═══ INFORMATION SUPPLIED

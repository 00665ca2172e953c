package mpo

import (
	"math"

	"rundle/internal/dense"
	"rundle/mpo/ladder"
)

// basis is a set of linearly independent local operators, number 0 the identity: a list of sparse matrices, or without a list
// the matrix units on d states, of which that of the reference state is replaced by the identity.
type basis[T dense.Scalar] struct {
	elements [][]element[T]
	d, ref   int32
}

type element[T dense.Scalar] struct {
	out, in int32
	v       T
}

// part is a coefficient of an operator in a basis.
type part[T dense.Scalar] struct {
	k int32
	v T
}

// write appends the matrix elements of a cell.
func (b *basis[T]) write(to []Entry[T], left, right int32, c cell[T]) []Entry[T] {
	switch {
	case b.elements != nil:
		for _, e := range b.elements[c.k] {
			to = append(to, Entry[T]{left, right, e.out, e.in, c.v * e.v})
		}
	case c.k == 0:
		for s := range b.d {
			to = append(to, Entry[T]{left, right, s, s, c.v})
		}
	default:
		to = append(to, Entry[T]{left, right, (c.k - 1) / b.d, (c.k - 1) % b.d, c.v})
	}
	return to
}

// units writes entries between numbered indices as cells over matrix units. Diagonal elements are written as differences to
// those of the reference state: it is the state whose own are smallest, lest they lose digits.
func units[T dense.Scalar](entries []Entry[T], d int) ([]cell[T], *basis[T]) {
	size := make([]float64, d)
	for _, e := range entries {
		if e.Out == e.In {
			size[e.Out] = max(size[e.Out], dense.Abs(e.Value))
		}
	}
	b := &basis[T]{d: int32(d)}
	for s, x := range size {
		if x < size[b.ref] {
			b.ref = int32(s)
		}
	}
	cells := make([]cell[T], 0, len(entries))
	for _, e := range entries {
		if e.Out != b.ref || e.In != b.ref {
			cells = append(cells, cell[T]{e.Left, e.Right, 1 + e.Out*b.d + e.In, e.Value})
			continue
		}
		cells = append(cells, cell[T]{e.Left, e.Right, 0, e.Value})
		for s := range b.d {
			if s != b.ref {
				cells = append(cells, cell[T]{e.Left, e.Right, 1 + s*b.d + s, -e.Value})
			}
		}
	}
	return gather(cells, noise), b
}

// dependent is the part of an operator's norm below which what lies outside the span of others counts as rounding.
const dependent = 1e-12

// independent picks from a table's operators a basis, in the order of the table, and writes every operator in it: local
// operators may be independent as words and dependent as matrices, such as n and n^2 on a fermion site.
func independent[T dense.Scalar](t *ladder.OpTable, dim int) (*basis[T], [][]part[T]) {
	b := &basis[T]{}
	var ortho [][]complex128 // orthonormal matrices that span the basis
	var coefs [][]complex128 // basis element k = sum_j coefs[k][j] ortho[j], a triangle
	written := make([][]part[T], len(t.Matrices))
	for op, matrix := range t.Matrices {
		norm := matrixNorm(matrix)
		if norm == 0 {
			continue
		}
		if k, ratio, ok := multipleOfEarlier(t, written, op); ok {
			written[op] = []part[T]{{k, dense.FromComplex[T](ratio)}}
			continue
		}
		rest := append([]complex128(nil), matrix...)
		c := make([]complex128, len(ortho), len(ortho)+1)
		for range 2 { // twice is enough for orthogonality
			for j, q := range ortho {
				x := inner(q, rest)
				c[j] += x
				for i := range rest {
					rest[i] -= x * q[i]
				}
			}
		}
		if size := matrixNorm(rest); size > dependent*norm {
			for i := range rest {
				rest[i] /= complex(size, 0)
			}
			written[op] = []part[T]{{int32(len(b.elements)), dense.FromFloat[T](1)}}
			b.elements = append(b.elements, sparse[T](matrix, dim))
			ortho, coefs = append(ortho, rest), append(coefs, append(c, complex(size, 0)))
			continue
		}
		written[op] = solveTriangle[T](coefs, c)
	}
	return b, written
}

// multipleOfEarlier reports whether operator op is an exact multiple of an earlier one that is a basis element itself.
func multipleOfEarlier[T dense.Scalar](t *ladder.OpTable, written [][]part[T], op int) (k int32, ratio complex128, ok bool) {
	for e := range op {
		if len(written[e]) != 1 || written[e][0].v != dense.FromFloat[T](1) {
			continue
		}
		if ratio, ok = quotient(t.Matrices[op], t.Matrices[e]); ok {
			return written[e][0].k, ratio, true
		}
	}
	return 0, 0, false
}

// quotient returns r with a = r b, if there is one to the last digits.
func quotient(a, b []complex128) (r complex128, ok bool) {
	for i := range a {
		switch {
		case a[i] == 0 && b[i] == 0:
		case a[i] == 0 || b[i] == 0:
			return 0, false
		case !ok:
			r, ok = a[i]/b[i], true
		case abs(a[i]-r*b[i]) > noise*abs(a[i]):
			return 0, false
		}
	}
	return r, ok
}

// solveTriangle writes the operator with coefficients c over the orthonormal matrices in the basis elements.
func solveTriangle[T dense.Scalar](coefs [][]complex128, c []complex128) []part[T] {
	x := append([]complex128(nil), c...)
	var size float64
	for k := len(x) - 1; k >= 0; k-- {
		x[k] /= coefs[k][k]
		for j := range k {
			x[j] -= x[k] * coefs[k][j]
		}
		size = max(size, abs(x[k])*abs(coefs[k][k]))
	}
	var parts []part[T]
	for k, v := range x {
		if abs(v)*abs(coefs[k][k]) > dependent*size {
			if !dense.IsComplex[T]() {
				v = complex(real(v), 0) // real matrices have real coefficients
			}
			parts = append(parts, part[T]{int32(k), dense.FromComplex[T](v)})
		}
	}
	return parts
}

func sparse[T dense.Scalar](matrix []complex128, dim int) []element[T] {
	var list []element[T]
	for i, v := range matrix {
		if v != 0 {
			list = append(list, element[T]{int32(i / dim), int32(i % dim), dense.FromComplex[T](v)})
		}
	}
	return list
}

func inner(a, b []complex128) complex128 {
	var s complex128
	for i, x := range a {
		s += complex(real(x), -imag(x)) * b[i]
	}
	return s
}

func matrixNorm(a []complex128) float64 {
	var s float64
	for _, x := range a {
		s = math.Hypot(s, abs(x))
	}
	return s
}

func abs(x complex128) float64 { return math.Hypot(real(x), imag(x)) }
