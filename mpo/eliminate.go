package mpo

import (
	"math"

	"rundle/internal/dense"
)

// rowValue is an entry of a sparse column.
type rowValue[T dense.Scalar] struct {
	row int32
	v   T
}

// elimination is a sparse matrix whose columns are to be made independent. Its entries are at most about one.
type elimination[T dense.Scalar] struct {
	rows    [][2]int32 // what each row stands for
	columns [][]rowValue[T]

	pivots []int32         // pivot row of each new column
	result [][]rowValue[T] // the new columns: one in the own pivot row, zero in those of the others
}

// wellPosed is the size of the smallest pivot, with columns scaled to one, that passes for independence without a search for
// the largest pivot: rounding is far below, and so is what a threshold could want to drop.
const wellPosed = 1e-6

// independent reports whether the columns are independent beyond doubt, or too many for the allowed work.
func (e *elimination[T]) independent(opt Options) bool {
	core, ok := e.peel(opt.Tolerance)
	if !ok {
		return false
	}
	if len(core) == 0 {
		return true
	}
	a, m := e.matrix(core)
	n := len(core)
	if m < n {
		return false
	}
	if float64(n)*float64(n)*(float64(m)-float64(n)/3)*2 > opt.Work {
		return true
	}
	return smallestPivot(a, m, n) > wellPosed
}

// peel takes away rows and columns that have a single entry left, which settles their rank at no cost, and returns the columns
// that are left (their entries cut down to the rows that are left), or false if some column depends on the others.
func (e *elimination[T]) peel(tolerance float64) (core [][]rowValue[T], ok bool) {
	p := newPeeling(e)
	for len(p.queue) > 0 {
		v := p.queue[len(p.queue)-1]
		p.queue = p.queue[:len(p.queue)-1]
		if v >= 0 && p.colLeft[v] == 1 {
			p.takeColumn(v, tolerance)
		} else if v < 0 && p.rowLeft[^v] == 1 {
			p.takeRow(^v, tolerance)
		}
		if p.empty {
			return nil, false
		}
	}
	for c, col := range e.columns {
		if p.colLeft[c] < 0 {
			continue
		}
		var rest []rowValue[T]
		for _, x := range col {
			if p.rowLeft[x.row] >= 0 {
				rest = append(rest, x)
			}
		}
		core = append(core, rest)
	}
	return core, true
}

// peeling counts what is left of rows and columns; -1 marks those taken away.
type peeling[T dense.Scalar] struct {
	*elimination[T]
	byRow            [][]int32 // columns of each row
	rowLeft, colLeft []int32
	queue            []int32 // columns c and rows ^r with one entry left
	empty            bool    // a column has lost all its entries
}

func newPeeling[T dense.Scalar](e *elimination[T]) *peeling[T] {
	p := &peeling[T]{elimination: e, byRow: make([][]int32, len(e.rows)), rowLeft: make([]int32, len(e.rows)), colLeft: make([]int32, len(e.columns))}
	for c, col := range e.columns {
		p.colLeft[c] = int32(len(col))
		for _, x := range col {
			p.byRow[x.row] = append(p.byRow[x.row], int32(c))
			p.rowLeft[x.row]++
		}
		if len(col) == 1 {
			p.queue = append(p.queue, int32(c))
		}
	}
	for r, n := range p.rowLeft {
		if n == 1 {
			p.queue = append(p.queue, ^int32(r))
		}
	}
	return p
}

// takeColumn takes away a column with one entry and that entry's row.
func (p *peeling[T]) takeColumn(c int32, tolerance float64) {
	for _, x := range p.columns[c] {
		if p.rowLeft[x.row] >= 0 && dense.Abs(x.v) > tolerance {
			p.colLeft[c], p.rowLeft[x.row] = -1, -1
			for _, d := range p.byRow[x.row] {
				p.lessColumn(d)
			}
			return
		}
	}
}

// takeRow takes away a row with one entry and that entry's column.
func (p *peeling[T]) takeRow(r int32, tolerance float64) {
	for _, c := range p.byRow[r] {
		if p.colLeft[c] < 0 {
			continue
		}
		for _, x := range p.columns[c] {
			if x.row == r && dense.Abs(x.v) <= tolerance {
				return
			}
		}
		p.rowLeft[r], p.colLeft[c] = -1, -1
		for _, x := range p.columns[c] {
			p.lessRow(x.row)
		}
		return
	}
}

func (p *peeling[T]) lessColumn(c int32) {
	if p.colLeft[c] < 0 {
		return
	}
	p.colLeft[c]--
	switch p.colLeft[c] {
	case 0:
		p.empty = true
	case 1:
		p.queue = append(p.queue, c)
	}
}

func (p *peeling[T]) lessRow(r int32) {
	if p.rowLeft[r] < 0 {
		return
	}
	p.rowLeft[r]--
	if p.rowLeft[r] == 1 {
		p.queue = append(p.queue, ^r)
	}
}

// matrix writes columns as a row-major matrix, m × len(columns), of the rows that occur, with the largest entry of each column
// scaled to about one.
func (e *elimination[T]) matrix(columns [][]rowValue[T]) (a []T, m int) {
	at := make([]int32, len(e.rows))
	fill(at, none)
	for _, col := range columns {
		for _, x := range col {
			if at[x.row] == none {
				at[x.row] = int32(m)
				m++
			}
		}
	}
	n := len(columns)
	a = make([]T, m*n)
	for c, col := range columns {
		top := far
		for _, x := range col {
			top = max(top, exponent(x.v))
		}
		for _, x := range col {
			a[int(at[x.row])*n+c] = ldexp(x.v, -top)
		}
	}
	return a, m
}

// panel is the number of columns eliminated before the rest of the matrix is brought up to date by one product.
const panel = 48

// smallestPivot factorizes a (row-major, m × n, m >= n; overwritten) by Gaussian elimination with row exchanges and returns the
// smallest pivot, or zero as soon as one is below wellPosed.
func smallestPivot[T dense.Scalar](a []T, m, n int) float64 {
	smallest := math.Inf(1)
	for j := 0; j < n; j += panel {
		end := min(j+panel, n)
		for k := j; k < end; k++ {
			p, size := k, 0.0
			for i := k; i < m; i++ {
				if s := dense.Abs(a[i*n+k]); s > size {
					p, size = i, s
				}
			}
			if size <= wellPosed {
				return 0
			}
			smallest = min(smallest, size)
			if p != k {
				for c := range n {
					a[p*n+c], a[k*n+c] = a[k*n+c], a[p*n+c]
				}
			}
			for i := k + 1; i < m; i++ {
				if a[i*n+k] == 0 {
					continue
				}
				f := a[i*n+k] / a[k*n+k]
				a[i*n+k] = f
				for c := k + 1; c < end; c++ {
					a[i*n+c] -= f * a[k*n+c]
				}
			}
		}
		if end == n {
			break
		}
		for k := j; k < end; k++ { // the panel's rows, right of it
			for i := k + 1; i < end; i++ {
				if f := a[i*n+k]; f != 0 {
					for c := end; c < n; c++ {
						a[i*n+c] -= f * a[k*n+c]
					}
				}
			}
		}
		one := dense.FromFloat[T](1)
		dense.Gemm(dense.NoTrans, dense.NoTrans, m-end, n-end, end-j, -one, a[end*n+j:], n, a[j*n+end:], n, one, a[end*n+end:], n)
	}
	return smallest
}

// reduce eliminates with the largest pivot of the whole matrix each time (Gauss-Jordan on columns) until what is left is below
// the tolerance, and sets pivots and result. It returns the norm of what is left.
func (e *elimination[T]) reduce(tolerance float64) (rest float64) {
	m, n := len(e.rows), len(e.columns)
	a := make([]T, n*m) // a column of the matrix is a row of a
	for c, col := range e.columns {
		for _, x := range col {
			a[c*m+int(x.row)] = x.v
		}
	}
	used := make([]bool, m)
	rank := 0
	for ; rank < min(m, n); rank++ {
		best, size := 0, 0.0
		for c := rank; c < n; c++ {
			for i, x := range a[c*m : (c+1)*m] {
				if s := dense.Abs(x); s > size && !used[i] {
					best, size = c*m+i, s
				}
			}
		}
		if size <= tolerance {
			break
		}
		c, row := best/m, best%m
		pivotal := a[rank*m : (rank+1)*m]
		for i := range pivotal {
			pivotal[i], a[c*m+i] = a[c*m+i], pivotal[i]
		}
		dense.Scale(dense.FromFloat[T](1)/pivotal[row], pivotal)
		pivotal[row] = dense.FromFloat[T](1)
		for c := range n {
			if f := a[c*m+row]; c != rank && f != dense.FromFloat[T](0) {
				dense.Axpy(-f, pivotal, a[c*m:(c+1)*m])
				a[c*m+row] = dense.FromFloat[T](0)
			}
		}
		used[row] = true
		e.pivots = append(e.pivots, int32(row))
	}
	for j := range rank {
		var col []rowValue[T]
		for i, x := range a[j*m : (j+1)*m] {
			if s := dense.Abs(x); s > tolerance {
				col = append(col, rowValue[T]{int32(i), x})
			} else {
				rest = math.Hypot(rest, s)
			}
		}
		e.result = append(e.result, col)
	}
	for c := rank; c < n; c++ {
		for i, x := range a[c*m : (c+1)*m] {
			if !used[i] {
				rest = math.Hypot(rest, dense.Abs(x))
			}
		}
	}
	return rest
}

// ldexp returns x times 2^e.
func ldexp[T dense.Scalar](x T, e int) T {
	switch y := any(x).(type) {
	case float64:
		return any(math.Ldexp(y, e)).(T)
	case complex128:
		return any(complex(math.Ldexp(real(y), e), math.Ldexp(imag(y), e))).(T)
	}
	panic("mpo: a scalar that is neither real nor complex")
}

══════

## WORK ORDER
Out of the entries above, write out only the lines between the line holding "for op, matrix" and the line holding "rest := append([]complex128(nil), matrix...)", inclusive, each exactly as given.

## RESULT OF THIS EXERCISE
	for op, matrix := range t.Matrices {
		norm := matrixNorm(matrix)
		if norm == 0 {
			continue
		}
		if k, ratio, ok := multipleOfEarlier(t, written, op); ok {
			written[op] = []part[T]{{k, dense.FromComplex[T](ratio)}}
			continue
		}
		rest := append([]complex128(nil), matrix...)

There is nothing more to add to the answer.